### STORED DATA

++++++++++++++++++++

import { afterAll, beforeAll, describe, expect, it } from 'vitest'
import { createLogger } from '../../server/lib/logger.js'
import { AuditService } from '../../server/modules/audit/audit.service.js'
import { MailService } from '../../server/modules/mail/mail.service.js'
import { ReviewRoundService } from '../../server/modules/themes/review-round.service.js'
import { makeTeam, TEST_PASSWORD, uniqueEmail } from '../support/factories.js'
import { approvedTranscript } from '../support/interviews.js'
import { waitForMail } from '../support/mailbox.js'
import { openRecruitment } from '../support/recruitment.js'
import { Client, createTestContext, type TestContext } from '../support/test-app.js'

/**
 * Themes and patient partner review through the API. The consent policy decides at every exit a
 * partner can reach: an excerpt of a participant who declined quotation, or who withdrew their data,
 * never reaches a partner, whatever the lead chose. Every word here is invented.
 */
let ctx: TestContext
let team: Awaited<ReturnType<typeof makeTeam>>
let lead: Client
let coordinator: Client
let coder: Client
let partner: Client
let quotable: { participantId: string; transcriptId: string }
let private_: { participantId: string; transcriptId: string }
let codeId: string
let themeId: string
let otherThemeId: string
let roundId: string
const base = () => `/api/studies/${team.study.id}`
const tomorrow = () => new Date(Date.now() + 86_400_000).toISOString().slice(0, 10)
const yesterday = () => new Date(Date.now() - 86_400_000).toISOString().slice(0, 10)

beforeAll(async () => {
  ctx = await createTestContext()
  team = await makeTeam(ctx.dataSource)
  ;[lead, coordinator, coder, partner] = [new Client(ctx.app), new Client(ctx.app), new Client(ctx.app), new Client(ctx.app)]
  await lead.signIn(team.users.lead.email, TEST_PASSWORD)
  await coordinator.signIn(team.users.coordinator.email, TEST_PASSWORD)
  await coder.signIn(team.users.coder.email, TEST_PASSWORD)
  await partner.signIn(team.users.partner.email, TEST_PASSWORD)
  await openRecruitment(lead, team.study.id)
  await ctx.startMailWorker()
  quotable = await approvedTranscript(coordinator, lead, team.study.id, 'Quinn Quotable', uniqueEmail('quinn'), 'Interviewer: How was it?\nP: The nights were the worst, I lay awake listening to him breathe.')
  private_ = await approvedTranscript(coordinator, lead, team.study.id, 'Pat Private', uniqueEmail('pat'), 'Interviewer: How was it?\nP: I never slept, every noise woke me in a panic.', { audio_recording: true, direct_quotes: false, future_contact: false })
  codeId = (await coder.post(`${base()}/codes`, { label: 'Sleepless nights' })).body.id
  for (const t of [quotable, private_]) {
    const reading = (await coder.get(`${base()}/transcripts/${t.transcriptId}`)).body as { text: string; turns: { start: number; end: number }[] }
    const { start, end } = reading.turns.at(-1)! // the participant's answer
    const res = await coder.post(`${base()}/transcripts/${t.transcriptId}/excerpts`, { start, end, text: reading.text.slice(start, end), codeIds: [codeId] })
    expect(res.status, JSON.stringify(res.body)).toBe(201)
  }
})
afterAll(() => ctx?.close())

describe('themes', () => {
  it('the lead builds a theme from codes and chosen excerpts; consent decides which could ever reach partners', async () => {
    const excerpts = (await lead.get(`${base()}/excerpts?codeId=${codeId}`)).body.excerpts as { id: string; text: string }[]
    const res = await lead.post(`${base()}/themes`, {
      name: 'Nights on watch',
      description: 'Carers describe hypervigilance at night in the first weeks.',
      plainDescription: 'Many carers could not sleep. They stayed awake to keep watch.',
      codeIds: [codeId],
      excerpts: excerpts.map((e) => ({ excerptId: e.id, shareWithPartners: true })),
    })
    expect(res.status, JSON.stringify(res.body)).toBe(201)
    themeId = res.body.id
    expect(res.body).toMatchObject({ status: 'draft', codeIds: [codeId], support: { participants: 2, excerpts: 2 }, plainGrade: expect.any(Number) })
    const mayShow = Object.fromEntries(res.body.excerpts.map((e: { text: string; mayShowPartners: boolean }) => [e.text.slice(0, 12), e.mayShowPartners]))
    expect(mayShow).toEqual({ 'The nights w': true, 'I never slep': false })
    otherThemeId = (await lead.post(`${base()}/themes`, { name: 'Asking for help', plainDescription: 'Some carers found it hard to ask for help.', parentId: themeId })).body.id
    expect((await coder.get(`${base()}/themes`)).body.themes).toHaveLength(2)
    expect((await coder.post(`${base()}/themes`, { name: 'Not mine' })).status).toBe(403)
    const stale = await lead.patch(`${base()}/themes/${themeId}`, { version: 99, name: 'x' })
    expect(stale.status).toBe(409)
    const cycle = await lead.put(`${base()}/themes/order`, { order: [{ id: themeId, parentId: otherThemeId, position: 0 }, { id: otherThemeId, parentId: themeId, position: 0 }] })
    expect(cycle.status).toBe(422)
  })
})

describe('a review round', () => {
  it('refuses a round with no themes, a closing date in the past, or a theme with no plain-language description', async () => {
    expect((await lead.post(`${base()}/review-rounds`, { title: 'Empty', themeIds: [], closesOn: tomorrow() })).status).toBe(400)
    const past = await lead.post(`${base()}/review-rounds`, { title: 'Late', themeIds: [themeId], closesOn: yesterday() })
    expect(past.status).toBe(422)
    expect(past.body.detail).toMatch(/after today/)
    const bare = (await lead.post(`${base()}/themes`, { name: 'No words yet' })).body.id
    const noPlain = await lead.post(`${base()}/review-rounds`, { title: 'Bare', themeIds: [bare], closesOn: tomorrow() })
    expect(noPlain.status).toBe(422)
    expect(noPlain.body.detail).toMatch(/plain-language description/)
  })

  it('opens a round: the partner is e-mailed, reads only what consent allows, saves a draft and sends answers; the lead responds', async () => {
    const opened = await lead.post(`${base()}/review-rounds`, { title: 'First themes', themeIds: [themeId, otherThemeId], closesOn: tomorrow(), showCharacteristics: ['region', 'relationship'], message: 'Thank you for reading.' })
    expect(opened.status, JSON.stringify(opened.body)).toBe(201)
    roundId = opened.body.id
    const mail = await waitForMail(team.users.partner.email, /Themes to read/)
    expect(mail.text).toContain(`/studies/${team.study.id}/review/${roundId}`)
    expect(mail.text).not.toMatch(/nights|slept/i) // no study data in e-mail

    const round = (await partner.get(`${base()}/partner/rounds/${roundId}`)).body
    const theme = round.themes.find((t: { id: string }) => t.id === themeId)
    expect(theme.plainDescription).toMatch(/could not sleep/)
    expect(theme.quotes).toHaveLength(1) // the participant who declined quotation never appears
    expect(theme.quotes[0].text).toMatch(/^The nights were the worst/)
    expect(theme.quotes[0].pseudonym).toMatch(/^P\d+$/)
    expect(theme.quotes[0].characteristics.map((c: { label: string }) => c.label).length).toBeGreaterThan(0)
    expect(JSON.stringify(round)).not.toMatch(/I never slept|Quinn|Pat Private|@/)
    expect(JSON.stringify(round)).not.toMatch(/hypervigilance/) // the analytic description stays with the team

    expect((await partner.put(`${base()}/partner/rounds/${roundId}/themes/${themeId}`, { verdict: null, comment: 'half done', submit: true })).status).toBe(400)
    const draft = await partner.put(`${base()}/partner/rounds/${roundId}/themes/${themeId}`, { verdict: 'rings_true', comment: 'Draft words', note: 'my own thought', submit: false })
    expect(draft.status).toBe(200)
    expect(draft.body.answer).toMatchObject({ verdict: 'rings_true', submittedAt: null, note: 'my own thought' })
    expect((await lead.get(`${base()}/review-rounds/${roundId}`)).body.answers).toEqual([]) // drafts stay with the partner
    await partner.put(`${base()}/partner/rounds/${roundId}/themes/${themeId}`, { verdict: 'rings_true', comment: 'Yes, exactly how it was.', note: 'private', shareNote: false, submit: true })
    await partner.put(`${base()}/partner/rounds/${roundId}/themes/${otherThemeId}`, { verdict: 'something_missing', comment: 'Nobody offered help at night.', note: 'share this', shareNote: true, submit: true })
    const detail = (await lead.get(`${base()}/review-rounds/${roundId}`)).body
    expect(detail.answers).toHaveLength(2)
    const missing = detail.answers.find((a: { themeId: string }) => a.themeId === otherThemeId)
    expect(missing).toMatchObject({ verdict: 'something_missing', sharedNote: 'share this' })
    expect(detail.answers.find((a: { themeId: string }) => a.themeId === themeId).sharedNote).toBeNull() // private notes stay private
    expect(detail).toMatchObject({ partners: 1, partnersDone: 1, status: 'open' })
    await lead.put(`${base()}/review-rounds/${roundId}/answers/${missing.id}/response`, { response: 'We added night-time support to the theme.' })
    const seen = (await partner.get(`${base()}/partner/rounds/${roundId}`)).body.themes.find((t: { id: string }) => t.id === otherThemeId)
    expect(seen.answer.response).toBe('We added night-time support to the theme.')
    const themes = (await lead.get(`${base()}/themes`)).body.themes
    expect(themes.find((t: { id: string }) => t.id === themeId).status).toBe('with_partners')
  })

  it('reminds the partners who have not answered every theme, and nobody else', async () => {
    const second = await lead.post(`${base()}/review-rounds`, { title: 'Reminder check', themeIds: [themeId], closesOn: tomorrow() })
    expect(second.status).toBe(201)
    await waitForMail(team.users.partner.email, /Themes to read/)
    const mail = new MailService(ctx.dataSource, ctx.boss, 'Heardwell <no-reply@heardwell.test>', createLogger('silent'))
    const service = new ReviewRoundService(ctx.dataSource, new AuditService(ctx.dataSource), mail, ctx.boss, 'http://127.0.0.1')
    expect(await service.remind(second.body.id)).toBe(1) // the partner has not answered yet
    await waitForMail(team.users.partner.email, /A reminder/)
    await partner.put(`${base()}/partner/rounds/${second.body.id}/themes/${themeId}`, { verdict: 'rings_true', comment: '', submit: true })
    expect(await service.remind(second.body.id)).toBe(0) // answered everything: no reminder
    await lead.post(`${base()}/review-rounds/${second.body.id}/close`)
  })

  it('stops showing a quote the moment its participant withdraws their data', async () => {
    const res = await coordinator.post(`${base()}/participants/${quotable.participantId}/withdrawal`, { scope: 'withdraw_data', effectiveDate: new Date().toISOString().slice(0, 10), reason: 'Changed their mind' })
    expect(res.status, JSON.stringify(res.body)).toBe(201)
    const theme = (await partner.get(`${base()}/partner/rounds/${roundId}`)).body.themes.find((t: { id: string }) => t.id === themeId)
    expect(theme.quotes).toEqual([])
  })

  it('refuses deleting a theme in an open round and answers after the round closed, keeping what partners wrote', async () => {
    const version = (await lead.get(`${base()}/themes`)).body.themes.find((t: { id: string }) => t.id === otherThemeId).version
    const refused = await lead.delete(`${base()}/themes/${otherThemeId}?version=${version}`)
    expect(refused.status).toBe(409)
    expect(refused.body.detail).toMatch(/open review round/)
    expect((await lead.post(`${base()}/review-rounds/${roundId}/close`)).body.status).toBe('closed')
    const late = await partner.put(`${base()}/partner/rounds/${roundId}/themes/${themeId}`, { verdict: 'needs_discussion', comment: 'One more thought', submit: true })
    expect(late.status).toBe(409)
    expect(late.body.detail).toMatch(/closed/)
    expect((await lead.delete(`${base()}/themes/${otherThemeId}?version=${version}`)).status).toBe(204)
    const after = (await lead.get(`${base()}/review-rounds/${roundId}`)).body
    expect(after.themes.find((t: { id: string }) => t.id === otherThemeId)).toMatchObject({ name: 'Asking for help', deleted: true })
    expect(after.answers).toHaveLength(2) // nothing a partner wrote is lost
    const mine = (await partner.get(`${base()}/partner/rounds/${roundId}`)).body.themes.find((t: { id: string }) => t.id === otherThemeId)
    expect(mine).toMatchObject({ name: 'Asking for help', answer: { comment: 'Nobody offered help at night.', response: 'We added night-time support to the theme.' } })
  })

  it('keeps patient partners away from transcripts, records, contacts, screening, consent and unshared excerpts', async () => {
    const p = quotable.participantId
    for (const path of [
      `${base()}/transcripts`,
      `${base()}/transcripts/${private_.transcriptId}`,
      `${base()}/transcripts/${private_.transcriptId}/excerpts`,
      `${base()}/excerpts?codeId=${codeId}`,
      `${base()}/participants`,
      `${base()}/participants/${p}`,
      `${base()}/participants/${p}/consent`,
      `${base()}/consent/summary`,
      `${base()}/screening-form`,
      `${base()}/themes`,
      `${base()}/review-rounds`,
      `${base()}/search?q=nights`,
      `${base()}/memos`,
    ]) {
      expect((await partner.get(path)).status, path).toBe(403)
    }
    expect((await coder.get(`${base()}/partner/rounds`)).status).toBe(403)
  })
})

++++++++++++++++++++

### TASK GOAL
Working from the entries above, find every line in which the word "participants" occurs and copy it.

### COMPLETED EXERCISE
    expect(res.body).toMatchObject({ status: 'draft', codeIds: [codeId], support: { participants: 2, excerpts: 2 }, plainGrade: expect.any(Number) })
    const res = await coordinator.post(`${base()}/participants/${quotable.participantId}/withdrawal`, { scope: 'withdraw_data', effectiveDate: new Date().toISOString().slice(0, 10), reason: 'Changed their mind' })
      `${base()}/participants`,
      `${base()}/participants/${p}`,
      `${base()}/participants/${p}/consent`,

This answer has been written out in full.